[Zope-dev] Re: [Archetypes-devel] Unicode in Zope 2 (ZMI, Archetypes, Plone, Formulator)

Mon Apr 26 18:19:47 EDT 2004

Bjorn Stabell wrote:

> Formulator:
> * gets charset from manage_page_charset (same as ZMI), but can be overridden
> * stores field values as encoded text (not Unicode), but lets you specify
> which encoding to use
>   (confusingly calls this "unicode" mode)
> * messages are stored as UTF-8 (hardcoded)

While there is no question about the confusingness of the user interface 
of Formulator pertaining unicode, most of this is not correct (unless 
there are bugs I don't know about).

Formulator has two modes; unicode mode and 'classic mode'. In unicode 
mode, all strings are stored as Python unicode strings. In classic mode, 
all strings are stored in 'whatever encoding the user is using'. It's 
possible to convert from one mode to another, and for this switching 
behavior an encoding to use can be specified. In unicode mode, that 
encoding is ignored, however.

Classic mode basically exists so as not to break all Formulator forms 
already in existence. This complicated the design significantly, but I 
thought this was important.

Quite independently from this, fields can also be configured to 
*deliver* unicode upon validation/conversion. The character set is 
specified of the page that the form is in can be specified in the form 
settings.

> I suggest this way of dealing with Unicode right now in Zope 2:

General note: this way sounds good to me, but I know from hard 
experience how difficult it is to convert an existing application to 
fully unicode.

> (1) Let ZPublisher do the encoding/decoding of form input and HTML output:
> 
>   a. Always set a character encoding in a HTTP Content-type request

Silva does this (and Formulator too).

>   b. Always append :ustring/utext/ulines/utokens:ENCODING to field names of
> fields that support Unicode
>       (we may need some library code to make this easier)
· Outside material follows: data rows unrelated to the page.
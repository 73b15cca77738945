"""Sheet templates: the shipped ones, and clear errors for bad ones."""

from __future__ import annotations

import pytest

from sheets.errors import ProjectError
from sheets.report.templates import builtin_folder, builtin_names, load_template

MM = 72 / 25.4


@pytest.mark.parametrize(
    "name, size_mm",
    [
        ("a4-portrait", (210, 297)),  # ISO 216 A4
        ("a3-landscape", (420, 297)),  # ISO 216 A3, turned
        ("letter-portrait", (215.9, 279.4)),  # ANSI Letter, 8.5 x 11 in
    ],
)
def test_shipped_templates(name, size_mm):
    t = load_template(name)
    assert name in builtin_names()
    assert t.page_size == pytest.approx((size_mm[0] * MM, size_mm[1] * MM), abs=1.0)
    assert t.order[0] == "cover" and "cautions" in t.order
    assert "licensed engineer" in t.footer_caution
    assert {f.field for f in t.fields} >= {"title", "number", "calculation", "sheet", "revision", "date", "prepared_by", "checked_by"}


def test_the_shipped_templates_are_the_top_level_folder():
    # sheets/report/templates is a link to the repository's templates/ (package data when installed)
    assert (builtin_folder() / "a4-portrait.toml").resolve().parent.name == "templates"


def _copy(tmp_path, edit):
    text = (builtin_folder() / "a4-portrait.toml").read_text()
    path = tmp_path / "mine.toml"
    path.write_text(edit(text))
    return path


def test_every_problem_of_a_bad_template_is_reported_at_once(tmp_path):
    def edit(text):
        text = text.replace('size = "A4"', 'size = "A5"')
        text = text.replace('orientation = "portrait"', 'orientation = "portriat"')
        text = text.replace('font_size = 8.5', 'font_size = 40')
        text = text.replace('[tables]', '[tables]\ncolour = "red"')
        text = text.replace('order = ["cover", ', 'order = [')
        return text

    path = _copy(tmp_path, edit)
    with pytest.raises(ProjectError) as exc:
        load_template("mine.toml", tmp_path)
    problems = {p.where: p for p in exc.value.problems}
    assert problems["page.size"].message.startswith("size must be one of A4, A3, letter")
    assert problems["page.orientation"].hint == "did you mean 'portrait'?"
    assert "font_size" in problems["text.font_size"].message
    assert problems["tables.colour"].message == "unknown key 'colour'"
    assert "cover" in problems["sections.order"].message
    assert all(p.file == str(path) for p in exc.value.problems)


def test_a_footer_caution_that_does_not_fit_is_refused(tmp_path):
    _copy(tmp_path, lambda t: t.replace('footer_caution = "', 'footer_caution = "' + "Very long words. " * 20))
    with pytest.raises(ProjectError, match="does not fit"):
        load_template("mine.toml", tmp_path)


def test_an_empty_caution_is_refused(tmp_path):
    _copy(tmp_path, lambda t: t.replace('footer_caution = "Indicative', 'footer_caution = "" # "Indicative'))
    with pytest.raises(ProjectError, match="footer caution"):
        load_template("mine.toml", tmp_path)


def test_bad_toml_and_missing_files(tmp_path):
    (tmp_path / "broken.toml").write_text("[page\nsize = 1\n")
    with pytest.raises(ProjectError, match="not valid TOML"):
        load_template("broken.toml", tmp_path)
    with pytest.raises(ProjectError, match="not found"):
        load_template("missing.toml", tmp_path)
    with pytest.raises(ProjectError) as exc:
        load_template("a3-landscap", tmp_path)
    assert exc.value.problems[0].hint == "did you mean 'a3-landscape'?"


def test_title_block_fields_are_checked(tmp_path):
    _copy(tmp_path, lambda t: t.replace('{ field = "sheet", label = "Sheet" },', '{ field = "page", label = "Sheet" },'))
    with pytest.raises(ProjectError) as exc:
        load_template("mine.toml", tmp_path)
    assert any("field must be one of" in p.message for p in exc.value.problems)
Formulator won't be able to do 'b' very easily. It'll do its own 
converting to unicode though for fields that want this.

> (2) Store Unicode strings directly in the ZODB.  The ZODB is perfectly
> capable of storing strings in Python's internal Unicode format; no need to
> encode the text to UTF-8 or some other encoding.

Silva has been doing this fully since version 0.9.2, released in the 
summer of last year. Formulator took a while longer to catch up (before 
it would only interoperate if the form titles etc were only ascii), but 
is now a first class citizen in a Zope/unicode environment. Its XML 
serialization is UTF-8 in this mode.

> (3) Encode/decode yourself when reading from/ writing to other external data
> sources such as files and other databases.  Do it just before you write, or
> just after you read, so that as much code as possible can be
> encoding-agnostic.  Keep the encoding/decoding as close to the "source data"
> as possible.   The best way to do it is (in most cases) to specify the
> encoding on the IO stream, and let Python do the encoding/decoding for you
> transparently.  If possible, get the encoding from the external data source
> (e.g., the file) instead of relying on a magical global variable.  If you
> have to rely on a global variable, let it be manage_page_charset.
> 
> (4) [This is really just advice...] Resist patching your code to work with
> components that doesn't deal with Unicode.  Others are likely having the
> same problem, so to avoid ending up with lots of ugly patches (that are the
> source of mysterious Unicode problems), fix the problem at its source: the
> other component.  It's really not that difficult to fix (if we agree on how
> it should be fixed ;)

It's actually quite difficult to fix if you care about backwards 
compatibility. Fixing Formulator was quite complicated. You're 
definitely making this sound far easier than it is. It's a good thing to 
do, Silva has it, but the words 'not that difficult' don't fit in this 
debate.

> None of the above components handles Unicode in this way, but it seems to be
> how the Unicode support in Zope 2 was meant to be used. 

You're actually wrong about Formulator. :)

Regards,

Martijn